「用件はメールでお願いします」と言われることが何度もある。さして重要でない付き合いなら、いな、多少重要な相手であっても、「もはやこれまで」とすることにしている。
メールは「連絡」のツールとしては便利だが、根本的な欠陥は「こころ」が伝わらないことだ。ついでながら、直接会話では、言葉の遣(や)り取りの中に紛(まぎ)れ込んだ一片のセリフに重大な意味や情報を感じ取ることがたびたびある。
ところで、何かを目的に人々が集うとき、人びとの間に自然に連帯感や親近感が生れる。コミュニテイー(community)の成立である。「共同体」などと訳されるが、概念はもっと広い。
コミュニテイーが成立するための要件はコミュニケーション(communication)である。「心情や情報を共有するために行なう遣り取り」などと説明されるが、これも広い内容をもっている。
共通する「communi‐」はラテン語の「communis」に由来し、「分かち合う」とか「共有物」を意味しているという。
「共有する」感覚がなく、マイペースの「自己ちゅう」種族の支配する社会、すなはち、オンラインとかテレワークなどの語が往(ゆ)き交(か)う社会は資本主義の悪しき帰結であり、人間関係の断絶と同義である。自然に帰って冷静に考えみるのも一つの対応だ。

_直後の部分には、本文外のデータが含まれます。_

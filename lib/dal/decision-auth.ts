import 'server-only';
import { and, eq, inArray } from 'drizzle-orm';
import { verifyPassword } from 'better-auth/crypto';
import type { DbOrTx } from '@/db/client';
import { account, delivery, organisation, supplierFarm } from '@/db/schema';
import type { Actor } from '@/lib/auth/actor';
import { clearAttempts, countAttempt } from '@/lib/throttle/window-counter';
import { AppError } from '@/lib/errors';
import type { CaseRow } from './transitions/context';

/**
 * Signing asks for the password again, even inside a session (21 CFR 11.200; ASVS 3.7.1). The check
 * bypasses better-auth's sign-in route and with it that route's limiter, so failures are counted here,
 * per account and in the database, where a restart or a second instance does not reset them.
 */
export const SIGNING_MAX_FAILURES = 5;
export const SIGNING_WINDOW_MS = 15 * 60_000;

const throttleKey = (userId: string) => `decision-signing:${userId}`;

/**
 * Re-checks the signer's password against their better-auth credential. A wrong one is a field
 * error and changes nothing but the count; too many in the window refuse even the right one.
 */
export async function reauthenticate(db: DbOrTx, actor: Actor, password: string, now = new Date()): Promise<{ at: Date; method: 'password' }> {
  const attempts = await countAttempt(throttleKey(actor.userId), SIGNING_WINDOW_MS, now.getTime(), db);
  if (attempts > SIGNING_MAX_FAILURES) {
    throw new AppError('rate_limited', 'Too many wrong passwords at signing. Wait 15 minutes, then try again; nothing was signed.');
  }
  const [credential] = await db
    .select({ hash: account.password })
    .from(account)
    .where(and(eq(account.userId, actor.userId), eq(account.providerId, 'credential')));
  const valid = !!credential?.hash && (await verifyPassword({ hash: credential.hash, password }));
  if (!valid) {
    throw new AppError('invalid', 'The password is not correct; nothing was signed.', { fieldErrors: { password: ['The password is not correct.'] } });
  }
  await clearAttempts(throttleKey(actor.userId), db);
  return { at: new Date(), method: 'password' };
}

/**
 * Separation of duties (ASVS 4.3.3): only an arbiter of the case's own board signs, and never one
 * connected to a party — a member of a party's organisation, or the person behind a party's or the
 * farm's contact address (a farmer who also sits on the board). Returns why not, or null.
 */
export async function conflictOfInterest(db: DbOrTx, actor: Actor, caseRow: CaseRow): Promise<string | null> {
  if (actor.organisationKind !== 'board' || actor.organisationId !== caseRow.boardOrganisationId) {
    return 'Only an arbiter of the board assigned to this case can sign its decision.';
  }
  const parties = [caseRow.supplierOrganisationId, caseRow.plantOrganisationId, caseRow.labOrganisationId].filter((id): id is string => id !== null);
  if (parties.includes(actor.organisationId)) return 'You belong to an organisation that is a party to this case, so you cannot sign its decision.';
  const email = actor.email.trim().toLowerCase();
  const [contacts, [farm]] = await Promise.all([
    db.select({ name: organisation.name, email: organisation.contactEmail }).from(organisation).where(inArray(organisation.id, parties)),
    db.select({ name: supplierFarm.name, email: supplierFarm.contactEmail }).from(delivery).innerJoin(supplierFarm, eq(supplierFarm.id, delivery.farmId)).where(eq(delivery.id, caseRow.deliveryId)),
  ]);
  const connected = [...contacts, ...(farm ? [farm] : [])].find((c) => c.email?.trim().toLowerCase() === email);
  if (connected) return `Your address is the contact of ${connected.name}, a party to this case, so you cannot sign its decision; another arbiter of the board must.`;
  return null;
}
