import 'server-only';
import { and, asc, eq, inArray, or, type SQL } from 'drizzle-orm';
import type { Db, DbOrTx } from '@/db/client';
import { disputeCase, note, noteRevision, organisation, user, type NoteVisibility } from '@/db/schema';
import type { Actor } from '@/lib/auth/actor';
import { can } from '@/lib/auth/permissions';
import { recordAudit } from '@/lib/audit/record';
import type { Audience } from '@/lib/cases/lifecycle';
import { noteBodySha256 } from '@/lib/decision/record';
import { AppError, invalidInput } from '@/lib/errors';
import { notifyCaseNote } from '@/lib/mail/case-mails';
import { mailAfterCommit } from '@/lib/mail/outbox';
import { NOTE_EDIT_WINDOW_MS, noteLimits } from '@/lib/notes/limits';
import { noteExcerpt, noteText } from '@/lib/notes/plain-text';
import { editNoteSchema, newNoteSchema, replySchema } from '@/lib/notes/schemas';
import { mentionedIds, withMentionLabels, type NoteDoc } from '@/lib/notes/validate';
import { canonicalJson } from '@/lib/canonical-json';
import { findVisibleCase } from './cases';
import { assertCaseNotSealed } from './decision-guard';
import { isBlindFor } from './case-scope';

type CaseRow = typeof disputeCase.$inferSelect;
type WriteContext = { origin?: string; now?: Date };

export const NOTES_CLOSED_MESSAGE = {
  decided: 'This case is decided and its record is sealed: notes can no longer be written or edited.',
  withdrawn: 'This dispute was withdrawn: notes can no longer be written or edited.',
} as const;

export function notesClosed(status: CaseRow['status']): boolean {
  return status === 'decided' || status === 'withdrawn';
}

/**
 * The notes of a case an actor may read, as a WHERE condition: every shared note and its own
 * organisation's internal ones. A blind laboratory reads only its own organisation's notes, because
 * another party's note may argue about the values it must not see before its retest.
 */
export function noteReadScope(actor: Actor, caseRow: Pick<CaseRow, 'id' | 'retestSubmittedAt'>): SQL {
  const own = eq(note.organisationId, actor.organisationId);
  return and(eq(note.caseId, caseRow.id), isBlindFor(actor, caseRow.retestSubmittedAt) ? own : or(eq(note.visibility, 'parties'), own))!;
}

/** The notes of a case as the actor may see them, oldest first, each with its earlier bodies. */
export async function notesOfCase(db: DbOrTx, actor: Actor, caseRow: Pick<CaseRow, 'id' | 'status' | 'retestSubmittedAt'>, now = new Date()) {
  const rows = await db
    .select({
      id: note.id,
      parentId: note.parentId,
      visibility: note.visibility,
      body: note.body,
      createdAt: note.createdAt,
      editedAt: note.editedAt,
      authorUserId: note.authorUserId,
      authorName: user.name,
      organisationId: note.organisationId,
      organisation: organisation.name,
    })
    .from(note)
    .innerJoin(user, eq(user.id, note.authorUserId))
    .innerJoin(organisation, eq(organisation.id, note.organisationId))
    .where(noteReadScope(actor, caseRow))
    .orderBy(asc(note.createdAt), asc(note.id));
  const ids = rows.map((r) => r.id);
  // Earlier bodies are read only for notes already in scope: whoever may read a note may read its history.
  const revisions = ids.length
    ? await db.select({ noteId: noteRevision.noteId, body: noteRevision.body, replacedAt: noteRevision.replacedAt }).from(noteRevision).where(inArray(noteRevision.noteId, ids)).orderBy(asc(noteRevision.replacedAt))
    : [];
  const open = !notesClosed(caseRow.status);
  return rows.map(({ authorUserId, ...row }) => {
    const mine = authorUserId === actor.userId;
    const editableUntil = new Date(row.createdAt.getTime() + NOTE_EDIT_WINDOW_MS);
    return {
      ...row,
      text: noteText(row.body as NoteDoc),
      mine,
      // Only the author edits, only in the first minutes, only while the case is open.
      editableUntil: mine && open && editableUntil.getTime() > now.getTime() ? editableUntil : null,
      revisions: revisions.filter((r) => r.noteId === row.id).map((r) => ({ body: r.body, replacedAt: r.replacedAt })),
    };
  });
}

export type CaseNote = Awaited<ReturnType<typeof notesOfCase>>[number];

/** The notes of one case the actor may read; someone else's case answers 404. */
export async function listVisibleNotes(db: DbOrTx, actor: Actor, caseId: string, now = new Date()): Promise<CaseNote[]> {
  if (!can(actor.role, 'note', 'read')) throw new AppError('not_found', 'That case was not found.');
  return notesOfCase(db, actor, await visibleCase(db, actor, caseId), now);
}

/** The people a note may mention: those of the case who will be able to read it. */
async function mentionablePeopleFor(db: DbOrTx, caseRow: CaseRow, visibility: NoteVisibility, actor: Actor) {
  const organisations =
    visibility === 'internal'
      ? [actor.organisationId]
      : [caseRow.supplierOrganisationId, caseRow.plantOrganisationId, caseRow.boardOrganisationId, caseRow.labOrganisationId].filter((id): id is string => id !== null);
  return db
    .select({ id: user.id, name: user.name, organisation: organisation.name })
    .from(user)
    .innerJoin(organisation, eq(organisation.id, user.organisationId))
    .where(and(inArray(user.organisationId, organisations), inArray(user.role, ['supplier', 'plant', 'lab', 'arbiter'])))
    .orderBy(asc(user.name));
}

/** Who the editor offers after “@”: everyone of the case's parties, or the own organisation for an internal note. */
export async function mentionablePeople(db: DbOrTx, actor: Actor, caseId: string) {
  const caseRow = await visibleCase(db, actor, caseId);
  const [shared, internal] = await Promise.all([mentionablePeopleFor(db, caseRow, 'parties', actor), mentionablePeopleFor(db, caseRow, 'internal', actor)]);
  return { parties: shared, internal };
}

/** Checks each mention names someone who may read the note, and writes their name as the server knows it. */
async function resolveMentions(db: DbOrTx, caseRow: CaseRow, visibility: NoteVisibility, actor: Actor, body: NoteDoc): Promise<{ body: NoteDoc; count: number }> {
  const ids = mentionedIds(body);
  if (ids.length === 0) return { body, count: 0 };
  const people = await mentionablePeopleFor(db, caseRow, visibility, actor);
  const names = new Map(people.filter((p) => ids.includes(p.id)).map((p) => [p.id, p.name]));
  if (names.size !== ids.length) {
    throw new AppError('invalid', 'The note needs attention.', {
      fieldErrors: {
        body: [visibility === 'internal' ? 'An internal note can mention only people of your own organisation.' : 'A note can mention only people of the parties to this case.'],
      },
    });
  }
  return { body: withMentionLabels(body, names), count: ids.length };
}

const isUuid = (value: unknown): value is string => typeof value === 'string' && /^[0-9a-f]{8}-[0-9a-f]{4}-[0-9a-f]{4}-[0-9a-f]{4}-[0-9a-f]{12}$/i.test(value);

/** The case if the actor may see it; a malformed id is as missing as someone else's case. */
async function visibleCase(db: DbOrTx, actor: Actor, caseId: string): Promise<CaseRow> {
  if (!isUuid(caseId)) throw new AppError('not_found', 'That case was not found.');
  return findVisibleCase(db, actor, caseId);
}

async function writableCase(db: DbOrTx, actor: Actor, caseId: string): Promise<CaseRow> {
  // Outsiders, administrators included, learn nothing: the case is simply not there for them.
  const caseRow = await visibleCase(db, actor, caseId);
  if (!can(actor.role, 'note', 'write')) throw new AppError('forbidden', 'Your role cannot write notes on a case.');
  return caseRow;
}

/** Refuses a write to a closed case; call inside the transaction with the case row locked. */
async function assertNotesOpen(tx: DbOrTx, caseId: string): Promise<void> {
  await assertCaseNotSealed(tx, caseId);
  const [row] = await tx.select({ status: disputeCase.status }).from(disputeCase).where(eq(disputeCase.id, caseId));
  if (row && notesClosed(row.status)) throw new AppError('conflict', NOTES_CLOSED_MESSAGE[row.status as keyof typeof NOTES_CLOSED_MESSAGE]);
}

const audiences: Audience[] = ['supplier', 'plant', 'lab', 'board'];
function organisationOf(caseRow: CaseRow, audience: Audience): string | null {
  return { supplier: caseRow.supplierOrganisationId, plant: caseRow.plantOrganisationId, lab: caseRow.labOrganisationId, board: caseRow.boardOrganisationId }[audience];
}

/** The other parties who may read a shared note now: never the author's own, never a laboratory still testing blind. */
function otherReaders(caseRow: CaseRow, actor: Actor): Audience[] {
  return audiences.filter((audience) => {
    const organisationId = organisationOf(caseRow, audience);
    if (!organisationId || organisationId === actor.organisationId) return false;
    return !(audience === 'lab' && caseRow.retestSubmittedAt === null);
  });
}

export type WrittenNote = { id: string; caseId: string; parentId: string | null; visibility: NoteVisibility };

async function insertNote(db: Db, actor: Actor, caseRow: CaseRow, input: { body: NoteDoc; visibility: NoteVisibility; parentId: string | null }, context: WriteContext): Promise<WrittenNote> {
  const now = context.now ?? new Date();
  const { body, count } = await resolveMentions(db, caseRow, input.visibility, actor, input.body);
  const written = await db.transaction(async (tx) => {
    // Locked, so a decision or withdrawal cannot land between the check and the write.
    await tx.select({ id: disputeCase.id }).from(disputeCase).where(eq(disputeCase.id, caseRow.id)).for('update');
    await assertNotesOpen(tx, caseRow.id);
    const [row] = await tx
      .insert(note)
      .values({ caseId: caseRow.id, parentId: input.parentId, authorUserId: actor.userId, organisationId: actor.organisationId, visibility: input.visibility, body, createdAt: now })
      .returning({ id: note.id, caseId: note.caseId, parentId: note.parentId, visibility: note.visibility });
    await recordAudit(tx, { actorUserId: actor.userId, actorOrganisationId: actor.organisationId, origin: context.origin, at: now }, {
      action: 'note.created',
      objectType: 'note',
      objectId: row.id,
      caseId: caseRow.id,
      change: { visibility: row.visibility, parentId: row.parentId, bodySha256: noteBodySha256(body), mentions: count },
    });
    if (row.visibility === 'parties') {
      await notifyCaseNote(tx, caseRow, otherReaders(caseRow, actor), {
        authorName: actor.name,
        organisationName: actor.organisationName,
        isReply: row.parentId !== null,
        excerpt: noteExcerpt(body, 600),
      });
    }
    return row;
  });
  // Queued with the note; a mail that fails is recorded on the outbox and never undoes the note.
  if (written.visibility === 'parties') await mailAfterCommit();
  return written;
}

/** Starts a thread on a case. A shared note e-mails the other parties; an internal one, nobody. */
export async function createNote(db: Db, actor: Actor, caseId: string, rawInput: unknown, context: WriteContext = {}): Promise<WrittenNote> {
  const caseRow = await writableCase(db, actor, caseId);
  const parsed = newNoteSchema.safeParse(rawInput);
  if (!parsed.success) throw invalidInput(parsed.error, 'The note needs attention.');
  return insertNote(db, actor, caseRow, { body: parsed.data.body, visibility: parsed.data.visibility, parentId: null }, context);
}

/**
 * Replies in a thread. The reply is read by whoever reads the thread: its visibility is the thread's,
 * so a shared answer can never hang under an internal note. Threads are one level deep: a reply to a
 * reply joins the same thread.
 */
export async function replyToNote(db: Db, actor: Actor, caseId: string, parentId: string, rawInput: unknown, context: WriteContext = {}): Promise<WrittenNote> {
  const caseRow = await writableCase(db, actor, caseId);
  const [parent] =
    isUuid(parentId)
      ? await db.select({ id: note.id, parentId: note.parentId, visibility: note.visibility }).from(note).where(and(eq(note.id, parentId), noteReadScope(actor, caseRow)))
      : [];
  if (!parent) throw new AppError('not_found', 'That note was not found.');
  const parsed = replySchema.safeParse(rawInput);
  if (!parsed.success) throw invalidInput(parsed.error, 'The reply needs attention.');
  if (parsed.data.visibility && parsed.data.visibility !== parent.visibility) {
    throw new AppError('invalid', 'The reply needs attention.', {
      fieldErrors: { visibility: [parent.visibility === 'internal' ? 'This thread is internal to your organisation, so its replies are too.' : 'This thread is shared with every party, so its replies are too.'] },
    });
  }
  return insertNote(db, actor, caseRow, { body: parsed.data.body, visibility: parent.visibility, parentId: parent.parentId ?? parent.id }, context);
}

/**
 * Edits a note: only its author, only within the first minutes, only while the case is open. The
 * body it had is kept as a revision, which whoever may read the note may read.
 */
export async function editNote(db: Db, actor: Actor, caseId: string, noteId: string, rawInput: unknown, context: WriteContext = {}): Promise<{ id: string; changed: boolean }> {
  const caseRow = await writableCase(db, actor, caseId);
  const now = context.now ?? new Date();
  const [current] =
    isUuid(noteId)
      ? await db.select({ id: note.id, authorUserId: note.authorUserId, createdAt: note.createdAt, visibility: note.visibility }).from(note).where(and(eq(note.id, noteId), noteReadScope(actor, caseRow)))
      : [];
  if (!current) throw new AppError('not_found', 'That note was not found.');
  if (current.authorUserId !== actor.userId) throw new AppError('forbidden', 'Only the author can edit a note. Write a reply instead.');
  if (now.getTime() - current.createdAt.getTime() > NOTE_EDIT_WINDOW_MS) {
    throw new AppError('conflict', `A note can be edited for ${noteLimits.editWindowMinutes} minutes after it was posted, and that time is over. Write a reply instead.`);
  }
  const parsed = editNoteSchema.safeParse(rawInput);
  if (!parsed.success) throw invalidInput(parsed.error, 'The note needs attention.');
  const { body } = await resolveMentions(db, caseRow, current.visibility, actor, parsed.data.body);

  return db.transaction(async (tx) => {
    await tx.select({ id: disputeCase.id }).from(disputeCase).where(eq(disputeCase.id, caseRow.id)).for('update');
    await assertNotesOpen(tx, caseRow.id);
    const [locked] = await tx.select({ body: note.body }).from(note).where(eq(note.id, current.id)).for('update');
    if (canonicalJson(locked.body) === canonicalJson(body)) return { id: current.id, changed: false };
    const [revision] = await tx.insert(noteRevision).values({ noteId: current.id, body: locked.body, replacedAt: now, replacedBy: actor.userId }).returning({ id: noteRevision.id });
    await tx.update(note).set({ body, editedAt: now }).where(eq(note.id, current.id));
    await recordAudit(tx, { actorUserId: actor.userId, actorOrganisationId: actor.organisationId, origin: context.origin, at: now }, {
      action: 'note.edited',
      objectType: 'note',
      objectId: current.id,
      caseId: caseRow.id,
      change: { visibility: current.visibility, revisionId: revision.id, previousSha256: noteBodySha256(locked.body), bodySha256: noteBodySha256(body) },
    });
    return { id: current.id, changed: true };
  });
}
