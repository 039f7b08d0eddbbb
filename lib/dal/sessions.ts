import 'server-only';
import { and, desc, eq, gt, ne, type SQL } from 'drizzle-orm';
import type { Db, DbOrTx } from '@/db/client';
import { organisation, session, user } from '@/db/schema';
import type { Actor } from '@/lib/auth/actor';
import { isRole } from '@/lib/auth/permissions';
import { recordAudit } from '@/lib/audit/record';
import { AppError } from '@/lib/errors';

/** Sessions that meet `where`, each with its user and organisation, in one read. */
function sessionsWithOwner(db: DbOrTx, where: SQL | undefined) {
  return db
    .select({
      sessionId: session.id,
      expiresAt: session.expiresAt,
      userId: user.id,
      name: user.name,
      email: user.email,
      role: user.role,
      banned: user.banned,
      organisationId: organisation.id,
      organisationName: organisation.name,
      organisationKind: organisation.kind,
    })
    .from(session)
    .innerJoin(user, eq(user.id, session.userId))
    .innerJoin(organisation, eq(organisation.id, user.organisationId))
    .where(where);
}

export type SessionWithOwner = Awaited<ReturnType<typeof sessionsWithOwner>>[number];

/** The session a token names, with its user and organisation: what every signed-in request needs to know who is asking. */
export async function sessionWithOwner(db: DbOrTx, token: string): Promise<SessionWithOwner | null> {
  const [row] = await sessionsWithOwner(db, eq(session.token, token));
  return row ?? null;
}

/** One session of one user, while it is live. */
export async function liveSessionOf(db: DbOrTx, ids: { sessionId: string; userId: string }, now: Date): Promise<SessionWithOwner | null> {
  const [row] = await sessionsWithOwner(db, and(eq(session.id, ids.sessionId), eq(session.userId, ids.userId), gt(session.expiresAt, now)));
  return row ?? null;
}

/** Who a session's owner is as an actor; nobody when banned or without a role of the product. */
export function actorOfSession(row: SessionWithOwner): Actor | null {
  if (row.banned || !isRole(row.role)) return null;
  const { expiresAt: _expiresAt, banned: _banned, role, ...rest } = row;
  return { ...rest, role };
}

/** The actor's own live sessions; the session token itself never leaves the server. */
export async function listOwnSessions(db: Db, actor: Actor) {
  const rows = await db
    .select({ id: session.id, createdAt: session.createdAt, updatedAt: session.updatedAt, expiresAt: session.expiresAt, ipAddress: session.ipAddress, userAgent: session.userAgent })
    .from(session)
    .where(and(eq(session.userId, actor.userId), gt(session.expiresAt, new Date())))
    .orderBy(desc(session.updatedAt));
  return rows.map((row) => ({ ...row, current: row.id === actor.sessionId }));
}

export async function revokeOwnSession(db: Db, actor: Actor, sessionId: string) {
  await db.transaction(async (tx) => {
    const deleted = await tx.delete(session).where(and(eq(session.id, sessionId), eq(session.userId, actor.userId))).returning({ id: session.id });
    if (deleted.length === 0) throw new AppError('not_found', 'That session has already ended.');
    await recordAudit(tx, { actorUserId: actor.userId, actorOrganisationId: actor.organisationId }, { action: 'session.revoked', objectType: 'session', objectId: sessionId, change: { userId: actor.userId } });
  });
}

export async function revokeOtherSessions(db: Db, actor: Actor): Promise<number> {
  return db.transaction(async (tx) => {
    const deleted = await tx.delete(session).where(and(eq(session.userId, actor.userId), ne(session.id, actor.sessionId))).returning({ id: session.id });
    for (const row of deleted) {
      await recordAudit(tx, { actorUserId: actor.userId, actorOrganisationId: actor.organisationId }, { action: 'session.revoked', objectType: 'session', objectId: row.id, change: { userId: actor.userId } });
    }
    return deleted.length;
  });
}
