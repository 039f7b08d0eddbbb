import 'server-only';
import { and, eq, inArray } from 'drizzle-orm';
import { z } from 'zod';
import type { Db } from '@/db/client';
import { pipelined } from '@/db/pipeline';
import { countedOf, writesAsOne } from '@/db/writes-as-one';
import { disputeCase, type CaseStatus } from '@/db/schema';
import type { Actor } from '@/lib/auth/actor';
import { can } from '@/lib/auth/permissions';
import { recordAudit } from '@/lib/audit/record';
import { transitions, type TransitionName } from '@/lib/cases/lifecycle';
import { transitionSchemas, type TransitionInputs } from '@/lib/cases/schemas';
import { caseStatusLabel } from '@/lib/cases/labels';
import { AppError, invalidInput } from '@/lib/errors';
import { caseNoticeInsert } from '@/lib/mail/case-mails';
import { mailAfterCommit } from '@/lib/mail/outbox';
import { currentSample } from './case-samples';
import { caseVisibility, holdsRoleOn } from './case-scope';
import { rulesVersion } from './rules';
import type { EffectContext, EffectResult } from './transitions/context';
import { dispatchEffect } from './transitions/dispatch';
import { receiveEffect } from './transitions/receive';
import { submitRetestEffect } from './transitions/submit-retest';
import { orderFurtherTestEffect } from './transitions/order-further-test';
import { withdrawEffect } from './transitions/withdraw';

const effects: { [N in TransitionName]: (context: EffectContext<TransitionInputs[N]>) => Promise<EffectResult> } = {
  dispatch: dispatchEffect,
  receive: receiveEffect,
  submit_retest: submitRetestEffect,
  order_further_test: orderFurtherTestEffect,
  withdraw: withdrawEffect,
};

export type TransitionOutcome = { caseId: string; number: string; from: string; to: string; transition: TransitionName };

/**
 * Makes one lifecycle transition: outsiders get 404, a party without the right 403, bad input 400,
 * a case no longer in a state the transition leaves from 409. The state check, the change, its
 * effects and the audit event are one transaction on a locked row, so of two racing submits exactly
 * one wins. The notices are queued in that transaction and delivered after the commit.
 */
export async function runTransition<N extends TransitionName>(
  db: Db,
  actor: Actor,
  caseId: string,
  name: N,
  rawInput: unknown,
  context: { origin?: string; now?: Date; expectedStatus?: CaseStatus } = {},
): Promise<TransitionOutcome> {
  const spec = transitions[name];
  // Not an id at all names no case; checked here, because the database would refuse the comparison with an error.
  if (!z.uuid().safeParse(caseId).success) throw new AppError('not_found', 'That case was not found.');
  const allowed = can(actor.role, 'case', 'read') && can(actor.role, 'case', spec.permission);
  const parsed = transitionSchemas[name].safeParse(rawInput);
  if (!allowed || !parsed.success) {
    // Refusals keep their order (an outsider hears "not found" whatever it sent); the visibility
    // query runs here only, because on the way to a change the locking select below checks it.
    const [visible] = await db.select({ id: disputeCase.id }).from(disputeCase).where(and(eq(disputeCase.id, caseId), caseVisibility(actor)));
    if (!visible || !can(actor.role, 'case', 'read')) throw new AppError('not_found', 'That case was not found.');
    if (!allowed) throw new AppError('forbidden', `Your role cannot ${spec.label.toLowerCase()}.`);
    throw invalidInput(parsed.error!);
  }
  const input = parsed.data as TransitionInputs[N];
  const now = context.now ?? new Date();

  const before = await db.transaction(async (tx) => {
    // The case is locked and its sample read in one wait; the sample query finds the case by itself.
    const [[locked], sample] = await pipelined([
      () => tx.select().from(disputeCase).where(and(eq(disputeCase.id, caseId), caseVisibility(actor))).for('update'),
      () => currentSample(tx, { id: caseId }),
    ]);
    if (!locked) throw new AppError('not_found', 'That case was not found.');
    if (!holdsRoleOn(actor, locked)) throw new AppError('forbidden', 'Your organisation no longer holds this case: the board has sent the sample to another laboratory.');
    // A form or client that says which state it saw gets 409 when the case has moved on since,
    // even if the transition would still be allowed from the new state.
    if (!spec.from.includes(locked.status) || (context.expectedStatus && context.expectedStatus !== locked.status)) {
      throw new AppError('conflict', `This case is now “${caseStatusLabel(locked.status)}”, so it cannot be changed that way. Reload the case to see what happened.`);
    }
    const rules = await rulesVersion(tx, locked.rulesVersionId);
    if (!rules) throw new Error(`Case ${locked.number} names rules version ${locked.rulesVersionId}, which is missing`);
    const result = await effects[name]({ tx, actor, caseRow: locked, sample, input, now, rules: rules.rules });
    const parties = { ...locked, ...result.caseChanges };
    const update = tx
      .update(disputeCase)
      .set({ ...result.caseChanges, status: spec.to, updatedAt: now })
      .where(and(eq(disputeCase.id, caseId), inArray(disputeCase.status, [...spec.from])))
      .returning({ id: disputeCase.id });
    const notices = caseNoticeInsert(parties, spec.notify, result.notice);
    // The case's update, the effect's inserts and the notices are one statement; the audit event
    // follows it without waiting, so the lock waits once for the lot.
    const [written] = await pipelined([
      () => tx.execute(writesAsOne(update, [...(result.writes ?? []), ...(notices ? [notices] : [])])),
      () =>
        recordAudit(tx, { actorUserId: actor.userId, actorOrganisationId: actor.organisationId, origin: context.origin, at: now }, {
          action: 'case.transitioned',
          objectType: 'case',
          objectId: caseId,
          caseId,
          change: { from: locked.status, to: spec.to, transition: name, detail: result.detail },
        }),
    ]);
    if (countedOf(written) !== 1) throw new AppError('conflict', 'Someone else changed this case at the same moment. Reload it to see what happened.');
    return { status: locked.status, number: locked.number };
  });

  await mailAfterCommit();
  return { caseId, number: before.number, from: before.status, to: spec.to, transition: name };
}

検討中の「ジビエラボ」は野性鳥獣に関心をもつ人たちの交流拠点であると同時に、広く自然に親しみをもつ人たちにとっても利用価値のある施設でありたいと思っている。コンセプトシェアハウスと呼ばれる、共通の趣味をもつ入居者をターゲットにしたモデルと、ルームシェアホテルの考えを組み合せて新たな概念を構築してみたい。
格差拡大や都市偏重といった資本主義社会の課題に、少しでもヒントが示せればこの上もない。